Now that we’re more than halfway through the NFL season, we have a pretty good idea of what teams are really made of. And, holy hell, are there some radioactive disasters out there. But which franchises are small grease fires and which are smoldering wreckage condemned to hell? Let’s don some hazmat suits and assess the destruction.
10. Chicago Bears: The good news is that they’re in first place. The bad news is that they royally suck. Jason Campbell looks like he won a starting quarterback position in a radio station contest and the offensive line has more holes than the plot of “S.W.A.T.” If the Green Bay Packers don’t win this division, I’ll eat six pounds of moldy cheese. That’s how confident I am in a full-fledged Second City meltdown.
Dumpster fire rating: Transient burning trash in a tight alley on a heat advisory day.
9. St. Louis Rams: They aren’t even good at being bad. The only thing halfway interesting about this team is the helmets. Shit, they just let the New York Jets come into town and drink every milkshake in sight.
Dumpster fire rating: Somewhat serious grease fire in your town’s worst Mexican restaurant.
8. Cleveland Browns: These guys actually play hard and are in virtually every game.

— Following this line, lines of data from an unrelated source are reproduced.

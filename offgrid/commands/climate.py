"""``offgrid climate``: list, show, check and import site climates; find the best tilt."""

from __future__ import annotations

import argparse
import sys
from pathlib import Path

from offgrid.commands.common import STDIO, fail, with_example
from offgrid.numbers import finite_float

MONTHS = ("Jan", "Feb", "Mar", "Apr", "May", "Jun", "Jul", "Aug", "Sep", "Oct", "Nov", "Dec")
_MARK = {"error": "!!", "warning": " !", "info": " -"}


def register(sub) -> None:
    p = sub.add_parser(
        "climate",
        help="list, show, check and import site climates",
        description="Site climates: the bundled ones, weather-file import, checks "
        "of typed monthly values, and the best array tilt.",
    )
    csub = p.add_subparsers(dest="climate_command", metavar="ACTION")

    q = csub.add_parser(
        "list",
        help="list the bundled climates and yours",
        description="Every climate a project can name: the bundled ones and "
        "those you imported (marked yours), with coordinates, kind "
        "of data and source.",
    )
    with_example(
        q,
        "offgrid climate list",
        "lists the climates by the name a project uses "
        '([climate] ref = "NAME"), yours marked as yours.',
    )
    q.set_defaults(func=run_list)

    q = csub.add_parser("show", help="show a climate's monthly table, checks and best tilt")
    q.add_argument("name", metavar="NAME", help="climate name or climate file")
    _geometry_args(q)
    q.add_argument("--no-checks", action="store_true", help="skip the plausibility checks")
    with_example(
        q,
        "offgrid climate show greensboro-nc-tmy3 --tilt 30",
        "prints the monthly table of the bundled Greensboro climate with the sun on "
        "a plane tilted 30 degrees towards the equator, and its checks.",
    )
    q.set_defaults(func=run_show)

    q = csub.add_parser(
        "import",
        help="turn a weather file into a climate file",
        description="Import an EPW, TMY3 (.csv), TMY2 (.tm2) or monthly CSV file. "
        "Hourly files are reduced to monthly means and keep their "
        "daily totals. The climate file goes into your offgrid "
        "folder, where any project can name it.",
    )
    q.add_argument(
        "file",
        metavar="FILE",
        help="the weather file; - reads the standard input (then --kind is needed)",
    )
    q.add_argument("--name", help="name of the climate (default: the station's)")
    q.add_argument(
        "--out",
        metavar="PATH",
        help="climate file to write instead (default: NAME.toml in your climates "
        "folder, see `offgrid climate list`; - writes to the standard output)",
    )
    q.add_argument(
        "--kind",
        choices=("epw", "tmy3", "tmy2", "monthly-csv"),
        help="file format, when the name does not tell",
    )
    q.add_argument(
        "--unit", metavar="UNIT", help="unit of a monthly CSV's insolation column, e.g. MJ/m2/day"
    )
    q.add_argument(
        "--fix", action="store_true", help="apply the suggested fix of a detected unit slip"
    )
    q.add_argument("--force", action="store_true", help="overwrite an existing file")
    with_example(
        q,
        'offgrid climate import upper-valley.epw --name "Upper Valley"',
        "reduces the weather year to twelve months (daily totals kept), checks it and "
        "keeps it as upper-valley in your climates; a project then names it with "
        '[climate] ref = "upper-valley".',
    )
    q.set_defaults(func=run_import)

    q = csub.add_parser(
        "check",
        help="check twelve monthly insolation values against physics",
        description="Check a climate file, or twelve typed values, for an "
        "impossible clearness index, values above the clear sky and "
        "unit slips.",
    )
    q.add_argument("name", nargs="?", metavar="NAME", help="climate name or file")
    q.add_argument(
        "--values",
        metavar="'V1 ... V12'",
        help="twelve monthly mean daily horizontal insolation values, January first",
    )
    q.add_argument(
        "--unit",
        metavar="UNIT",
        default="kWh/m2/day",
        help="unit the --values are in (default kWh/m2/day)",
    )
    q.add_argument("--lat", type=finite_float, help="latitude, degrees north")
    q.add_argument("--lon", type=finite_float, help="longitude, degrees east")
    q.add_argument("--elevation", type=finite_float, default=None, help="elevation, m")
    q.add_argument(
        "--tilt",
        type=finite_float,
        default=None,
        help="array tilt for the low-sun check, degrees (default: the latitude, at least 10)",
    )
    with_example(
        q,
        'offgrid climate check --values "5 5.5 6 6 5.5 5 5 5.5 6 6 5.5 5" --lat -3.4 --lon 36.9',
        "checks twelve typed monthly values (kWh/m2/day) "
        "against the clear sky at that latitude and longitude.",
    )
    q.set_defaults(func=run_check)

    q = csub.add_parser(
        "tilt",
        help="best tilt for the worst month and for the year",
        description="Search the tilt that serves the worst month best, beside "
        "the tilt for the best annual yield.",
    )
    q.add_argument("name", metavar="NAME", help="climate name or climate file")
    _geometry_args(q, tilt=False)
    q.add_argument(
        "--demand",
        metavar="'W1 ... W12'",
        help="daily demand of each month, Wh/day (default: the same every month)",
    )
    q.add_argument(
        "--min-tilt",
        type=finite_float,
        default=10.0,
        help="self-cleaning minimum tilt, degrees (default 10)",
    )
    with_example(
        q,
        "offgrid climate tilt kisanga-ridge-demo --min-tilt 15",
        "the tilt that serves the worst month best (at least 15 degrees) beside the "
        "best annual tilt, for the invented Kisanga Ridge climate.",
    )
    q.set_defaults(func=run_tilt)

    with_example(p, "offgrid climate list", "lists the climates a project can name.")
    p.set_defaults(func=lambda args: (p.print_help(), 2)[1])


def _geometry_args(q: argparse.ArgumentParser, tilt: bool = True) -> None:
    if tilt:
        q.add_argument(
            "--tilt",
            type=finite_float,
            help="plane tilt, degrees (default: best for the worst month)",
        )
    q.add_argument(
        "--azimuth",
        type=finite_float,
        help="direction the plane faces, degrees clockwise from north "
        "(default: towards the equator)",
    )
    q.add_argument(
        "--albedo",
        type=_albedo_arg,
        default=None,
        metavar="'R' or 'R1 ... R12'",
        help="ground reflectance, one value or twelve January first (default: the "
        "climate's own, else 0.2)",
    )
    q.add_argument(
        "--horizon", metavar="'AZ:EL ...'", help="horizon profile, e.g. '90:15 135:8 180:5 270:12'"
    )


# ----------------------------------------------------------------------------- helpers


def _albedo_arg(text: str) -> float | list[float]:
    """--albedo: one reflectance or twelve, January first."""
    from offgrid.climate.sky import albedo_problems

    parts = text.replace(",", " ").replace(";", " ").split()
    try:
        values = [float(v) for v in parts]
    except ValueError:
        raise argparse.ArgumentTypeError(f"'{text}' is not a number (or twelve)") from None
    value: float | list[float] = values[0] if len(values) == 1 else values
    problems = albedo_problems(value, "--albedo")
    if problems:
        raise argparse.ArgumentTypeError(f"{problems[0][0]}: {problems[0][1]}")
    return value


def _load(name: str):
    from offgrid.climate.files import (
        ClimateFileError,
        climate_header,
        load_climate,
        resolve_climate,
    )

    try:
        path = resolve_climate(name)
        return load_climate(name), climate_header(path)
    except ClimateFileError as exc:
        fail(str(exc))
    raise AssertionError  # unreachable


def _numbers(text: str, what: str, count: int = 12) -> list[float]:
    parts = text.replace(",", " ").replace(";", " ").split()
    from offgrid.numbers import NumberError, read_number

    try:
        values = [read_number(v) for v in parts]
    except NumberError as exc:
        fail(f"{what}: every value must be a finite number: {exc}")
    if len(values) != count:
        fail(f"{what}: give {count} values, January first (got {len(values)})")
    return values


def _row(label: str, values, fmt: str = "{:6.2f}") -> str:
    return f"{label:<7}" + "".join(fmt.format(v) for v in values)


def _header_row() -> str:
    return " " * 7 + "".join(f"{m:>6}" for m in MONTHS)


def _wrap(text: str, indent: str = "   ", width: int = 79) -> str:
    import textwrap

    return textwrap.fill(text, width=width, initial_indent=indent, subsequent_indent=indent + "  ")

All this means is that the fans are treated to an even bigger dose of disappointment each and every Sunday. Also, sweet helmets. Nothing says Cleveland like failing to come up with a logo.
Dumpster fire rating: A burning Lake Erie threatening to destroy the Rock n’ Roll Hall of Fame
7. Detroit Lions: They almost beat the Green Bay Packers. They succeeded in beating themselves. SO PREDICTABLE. The Lions secondary, collectively, is dumber than Paris Hilton talking about politics.
Dumpster fire rating: Kid Rock attempting to bathe.
6. Oakland Raiders: They are giving up points at a record pace, have a star running back on the shelf and are the most irrelevant thing in the Bay Area since Uncle Jesse’s and Uncle Joey’s radio show.
Dumpster fire rating: This guy from “Volcano.”
5. San Diego Chargers: Does anyone like Philip Rivers? Seriously, I wouldn’t even want to sit next to him on a plane. Super-inspiring move to just give up at the end of Sunday’s game, Bro.
Dumpster fire rating: Norv Turner at a Bachelor Auction.
4. Carolina Panthers: Cam Newton is a bust. There I said it. May God smite me down as I sit.
Dumpster fire rating: A rat getting fried on the third rail of a subway.
3. Philadelphia Eagles: Was lucky enough to be in Philadelphia on Sunday. Went to a sports bar and they didn’t have the Eagles on. Pretty much tells you all you need to know about this abortion of a season.
Dumpster fire rating: Nick Foles leaving his hair curler on while leaving for a long weekend.
2. Jacksonville Jaguars: I really thought they were going to beat Houston in Houston. That would have been insane. Their best quarterback, Chad Henne, can do nothing to earn a start. The fan is restless.
Dumpster fire rating: This scene from “Backdraft.”
1. Kansas City Chiefs: I mean, fuck, they killed a guy. Doesn’t get any worse than that.
Dumpster fire rating: Full-blown Hindenburg, people.